I want to build a maximum function that forwards the larger value to the result, keeping the type of reference (rvalue or lvalue).

#include <utility>

template<typename T>
constexpr T&& mmax(T&& left, T&& right) {
    return left > right ? std::forward<T>(left) : std::forward<T>(right);
}

int main() {
    mmax(1, 2);
}

However, this gives me

max.cc: In instantiation of 'constexpr T&& mmax(T&&, T&&) [with T = int]':
max.cc:9:14:   required from here
max.cc:5:72: warning: returning reference to temporary [-Wreturn-local-addr]
     return left > right ? std::forward<T>(left) : std::forward<T>(right);

Why is that?
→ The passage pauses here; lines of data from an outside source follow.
- sphere/capsule against sphere/capsule: the direction between the closest points of the two core
  segments (Lumelsky 1985, vectorised); the result is the exact signed distance, depth included;
- other convex pairs: the python-fcl witness direction (both signs), the centre-to-centre direction,
  the other shape's axes, and, when the witness distance and the bound still differ by more than
  1e-8 m, a direction refined by alternating projections (closest points of primitives) started at
  python-fcl's witness. The value is a valid lower bound whatever python-fcl's error (python-fcl 0.7
  overstates some capsule-box distances by tenths of a millimetre); the python-fcl witness distance
  is kept as ``distance_upper``. Typical shortfall below the true distance: < 1e-6 m;
- penetration depths of convex pairs come from the same bound (python-fcl signed distance supplies
  the direction), so they are never understated.

- Link and tool meshes are replaced by their convex hulls (python-fcl ``Convex``): the hull contains
  the mesh, so distances only get smaller (safe).
- Half-space zones: exact analytic distance and depth ``-h_A(-n) - offset``.
- Zone meshes (not convex): the lower bound is the minimum over the mesh's triangles (each convex)
  of each triangle's best gap along its normal (both signs), the python-fcl witness direction (both
  signs), the direction from the body centre, and a direction refined by alternating projections
  between the body and the triangle -- a valid lower bound on the distance to the surface. (A
  triangle whose cheaper bound -- sphere bound, outer-box gap along its normal -- is not below the
  minimum found cannot attain it and is skipped: the value is the full minimum.) A watertight mesh
  is a solid: an explicit inside test (a point of the body inside the mesh; a mesh vertex inside the
  body) reports a body wholly inside the zone, or the zone inside a body, which touches no triangle.
  The point test is only made when the body is certified clear of every triangle, so the point is
  off the surface: the winding number (``geometry.winding_number``) decides it, trimesh's ray test
  for a mesh that is not consistently wound. When a body touches or enters a zone mesh the depth is not defined:
  ``depth_known`` is False and the distance is the sentinel ``DEPTH_UNKNOWN`` (-0.0), status
  intrusion. A non-watertight zone mesh is a surface only (the cell loader warns).
- Every primitive zone also gets the analytic inside test (belt and braces: for convex solids the gap
  bound is already negative when one contains the other).
- ``Body.padding`` inflates a body: the distance is reduced by exactly the padding (a penetration depth
  grows by it). Witness points are on the bare shapes.

Status
------
intrusion when the distance is <= 0 (contact or penetration), below margin when 0 < distance <
required, clear when distance >= required; allowed pairs are always "allowed contact".

Pruning
-------
Analytic pairs (sphere/capsule pairs, half-spaces) are always exact, vectorised over the batch. For
the others a cheap lower bound is computed: bounding spheres (against a zone box, or the outer box
of a convex or mesh zone, the signed distance from the body's sphere centre to the box less its
radius, when larger), and -- unless the sphere margin is
already above max(0, T), T the smaller of the best analytic margin and the smallest upper bound from
two interior points of a pair's solids, in that configuration -- support gaps of an outer
shape (the primitive itself, an oriented bounding box for convex hulls and meshes) along the centre
direction and the other shape's axes. Pairs are visited in order of that bound's margin (distance -
required); a pair is skipped (``pruned``, reported with the cheap bound, which is <= the exact bound)
when its cheap margin is > 0 (so it is clear either way) and above the worst margin found so far (so
it cannot become the worst pair). The reported exact bound is the larger of both bounds, so pruning
never changes a status, the worst pair or its value. Allowed pairs are always pruned when ``prune``
is on (their status does not depend on the distance). A pair's minimum over many configurations is
therefore exact whenever it is below the required clearance.

Batching
--------
Configurations are evaluated in blocks of up to 1024. Within a block the exact queries that the
one-by-one visit above makes are found in rounds -- first every pair with a cheap margin <= 0 (the
visit never stops before those), then, per configuration, the next pair in cheap-margin order while
its margin is <= the worst so far -- and each round's queries are batched per pair across
configurations: python-fcl is called once per query (for its witness direction), every support gap,
projection, mesh bound and inside test is one numpy expression over the batch. Only elementwise
arithmetic is used there, so a configuration's values do not depend on the batch it is in. The
visited pairs and the values are those of the one-by-one path (kept as the reference, ``_exact_pair``;
tests/test_clearance_fast.py compares the two).

Processes
---------
python-fcl objects neither pickle nor release the GIL. ``evaluate_parallel`` fans a batch out over a
``ProcessPoolExecutor`` whose initializer (``init_worker``) rebuilds the engine from the (picklable)
``Cell`` in each worker; ``engine_for(cell, prune)`` is the module-level cache keyed by cell identity.
Every configuration is evaluated independently, so results do not depend on how a batch is split.
"""

from __future__ import annotations

import weakref
from dataclasses import dataclass

import fcl
import numpy as np

from . import geometry as g
from . import gjk
from .errors import InputError

STATUS_CLEAR = 0
STATUS_BELOW_MARGIN = 1
STATUS_INTRUSION = 2
STATUS_ALLOWED = 3
STATUS_NAMES = ("clear", "below margin", "intrusion", "allowed contact")
"""``STATUS_NAMES[code]`` is the status text of a status code."""

DEPTH_UNKNOWN = -0.0
"""The distance reported (with ``depth_known`` False) when a body touches or enters a non-convex zone."""

_KIND_CONVEX, _KIND_MESH, _KIND_HALF = 0, 1, 2
_BLOCK = 1024  # configurations per block (exact queries are batched per pair across a block)


@dataclass(frozen=True)
class Pair:
    """One tested pair: ``body`` against ``other`` (a zone or another body).

    ``kind`` is ``"zone"`` or ``"self"``; ``zone`` the zone name (``""`` for self pairs); ``panel`` the
    zone shape's panel name (``""`` when the zone names none); ``required`` the required clearance (m);
    ``allowed`` True for an allowed contact (never a finding).
    """

    index: int
    body: str
    other: str
    kind: str
    zone: str
    panel: str
    required: float
    allowed: bool


def pair_other_name(pair) -> str:
    """'zone/panel' for a zone pair (the panel name alone when it already names the zone)."""
    if not pair.panel or pair.panel == pair.other:
        return pair.other
    return pair.panel if pair.panel.startswith(pair.other) else f"{pair.other}/{pair.panel}"
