def is_spherical(chain: Chain) -> bool:
    """True if the last three joint axes meet in one point (from the DH table, either convention)."""
    return bool(
        abs(chain.a[4]) < SPHERICAL_TOL
        and abs(chain.a[5]) < SPHERICAL_TOL
        and abs(chain.d[5]) < SPHERICAL_TOL
        and abs(np.sin(chain.alpha[4])) > 1e-6
        and abs(np.sin(chain.alpha[5])) > 1e-6
    )


@dataclass(frozen=True)
class PieperModel:
    """Arm constants of the closed-form solver, built once per arm."""

    chain: Chain
    offset: np.ndarray
    mode: str  # "general", "parallel"
    quartic: bool
    G0inv: np.ndarray
    t1sq: float
    g1c: float
    g1s: float
    g2c: float
    g2s: float
    az: float
    bz: float
    t1z: float
    s0sq: float
    S0: np.ndarray
    Sc: np.ndarray
    Ss: np.ndarray
    s0: np.ndarray
    sc: np.ndarray
    ss: np.ndarray
    A: np.ndarray
    B: np.ndarray
    Minv: np.ndarray
    lam: float
    G6inv: np.ndarray

    @classmethod
    def build(cls, chain: Chain, offset: np.ndarray) -> "PieperModel":
        from ..errors import InputError

        d, a, al = chain.d, chain.a, chain.alpha
        g3 = np.array([a[3], -np.sin(al[3]) * d[4], d[3] + np.cos(al[3]) * d[4]])
        ca2, sa2 = np.cos(al[2]), np.sin(al[2])
        R2 = np.array([[1, 0, 0], [0, ca2, -sa2], [0, sa2, ca2]])
        t2 = np.array([a[2], 0.0, d[2]])
        sc = R2 @ np.array([g3[0], g3[1], 0.0])
        ss = R2 @ np.array([-g3[1], g3[0], 0.0])
        s0 = R2 @ np.array([0.0, 0.0, g3[2]]) + t2
        rho2 = g3[0] ** 2 + g3[1] ** 2
        if rho2 < 1e-18:
            raise InputError("the wrist centre lies on axis 3: joint 3 cannot move it", item="arm")
        ca1, sa1 = np.cos(al[1]), np.sin(al[1])
        R1 = np.array([[1, 0, 0], [0, ca1, -sa1], [0, sa1, ca1]])
        t1 = np.array([a[1], 0.0, d[1]])
        av = R1.T @ t1
        bv = R1.T @ np.array([0.0, 0.0, 1.0])
        A, B = av[:2].copy(), bv[:2].copy()
        g1c = -(s0 @ sc) - av[2] * sc[2]
        g1s = -(s0 @ ss) - av[2] * ss[2]
        g2c = -bv[2] * sc[2]
        g2s = -bv[2] * ss[2]
        nA, nB = np.linalg.norm(A), np.linalg.norm(B)
        D = A[0] * B[1] - A[1] * B[0]
        scale = max(nA, 1.0)
        Minv = np.zeros((2, 2))
        lam = 0.0
        quartic = False
        if abs(D) > 1e-9 * scale * max(nB, 1e-300) and nB > 1e-12 and nA > 1e-12:
            mode = "general"
            Minv = np.array([[B[1], -A[1]], [-B[0], A[0]]]) / D
            Vc = Minv @ np.array([g1c, g2c])
            Vs = Minv @ np.array([g1s, g2s])
            Q11 = Vc @ Vc - sc[:2] @ sc[:2]
            Q22 = Vs @ Vs - ss[:2] @ ss[:2]
            Q12 = Vc @ Vs - sc[:2] @ ss[:2]
            quartic = np.hypot((Q11 - Q22) / 2, Q12) > 1e-12 * max(1.0, abs(Q11) + abs(Q22))
        else:
            mode = "parallel"
            if nB > 1e-12:
                lam = float(A @ B) / nB**2
                kc, ks = g1c - lam * g2c, g1s - lam * g2s
            elif nA > 1e-12:
                kc, ks = g2c, g2s
            else:
                raise InputError("axes 1 and 2 coincide: the arm cannot position its wrist", item="arm")
            if np.hypot(kc, ks) < 1e-12:
                raise InputError("joints 1-3 cannot place the wrist centre in 3D (degenerate DH table)", item="arm")
        G0inv = np.linalg.inv(chain.link_matrix(0))
        G6inv = np.linalg.inv(chain.link_matrix(6))
        return cls(
            chain=chain, offset=offset, mode=mode, quartic=bool(quartic), G0inv=G0inv, t1sq=float(t1 @ t1),
            g1c=float(g1c), g1s=float(g1s), g2c=float(g2c), g2s=float(g2s), az=float(av[2]), bz=float(bv[2]),
            t1z=float(t1[2]), s0sq=float(s0 @ s0 + rho2), S0=s0[:2].copy(), Sc=sc[:2].copy(), Ss=ss[:2].copy(),
            s0=s0, sc=sc, ss=ss, A=A, B=B, Minv=Minv, lam=lam, G6inv=G6inv,
        )
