"""Benchmark: time of the maximum space of an invented ~0.9 m six-axis arm at 10, 20 and 40 mm voxels.

Run: /work/venv/bin/python tests/benchmarks/bench_space.py
"""

from __future__ import annotations

import math
import time

import numpy as np

from envelope import space as S
from envelope.cell import Cell, Tool
from envelope.cellshapes import generated_link_shapes
from envelope.geometry import Body, Capsule
from envelope.kinematics import Arm


def invented_cell() -> Cell:
    a = [0.05, 0.40, 0.03, 0, 0, 0]
    alpha = [-math.pi / 2, 0, -math.pi / 2, math.pi / 2, -math.pi / 2, 0]
    d = [0.35, 0, 0, 0.40, 0, 0.08]
    limits = np.radians([[-170, 170], [-100, 140], [-150, 70], [-180, 180], [-120, 120], [-360, 360]])
    arm = Arm.from_dh(a, alpha, d, [0, -math.pi / 2, 0, 0, 0, 0], limits)
    links = tuple(Body(f"link {i}", i, tuple(generated_link_shapes(arm.a, arm.alpha, arm.d, "standard", i, 0.05)))
                  for i in range(7))
    tool = Tool(np.eye(4), (Body("tool", 6, (Capsule([0, 0, 0], [0, 0, 0.15], 0.03),), role="tool"),))
    return Cell(name="bench", arm=arm, world_from_base=np.eye(4), links=links, tool=tool, zones=())


def main() -> None:
    cell = invented_cell()
    limits = np.array(cell.arm.limits)
    limits[0] = np.radians([-45, 45])
    for pitch in (0.04, 0.02, 0.01):
        t0 = time.perf_counter()
        space = S.maximum_space(cell, pitch=pitch)
        t1 = time.perf_counter()
        rs = S.restricted_space(cell, limits, 0.1, pitch=pitch)
        t2 = time.perf_counter()
        print(f"pitch {pitch * 1e3:4.0f} mm: maximum {t1 - t0:6.2f} s ({int(space.occupancy.sum()):>9d} voxels, "
              f"{len(space.mesh.faces):>8d} triangles, bound {space.over_approximation * 1e3:5.1f} mm); "
              f"restricted (joint 1 +-45 deg, 100 mm) {t2 - t1:6.2f} s")


if __name__ == "__main__":
    main()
I'm using GCC 4.8.2 with -std=c++11.

Edit: This does not happen with clang++.

Upvotes: 3

Views: 238

Answers (1)

Kerrek SB
Kerrek SB

Reputation: 476950

Your original code should work, because of the rules about the conditional operator in C++ 11 5.16/4:

If the second and third operands are glvalues of the same value category and have the same type, the result is of that type and value category

The two expressions forward<T>(left) and forward<T>(right) are either both lvalues or both xvalues, so they are always glvalues, and they are both of type T, and so the rule applies, and the type of the conditional expression should be of the same type and value category.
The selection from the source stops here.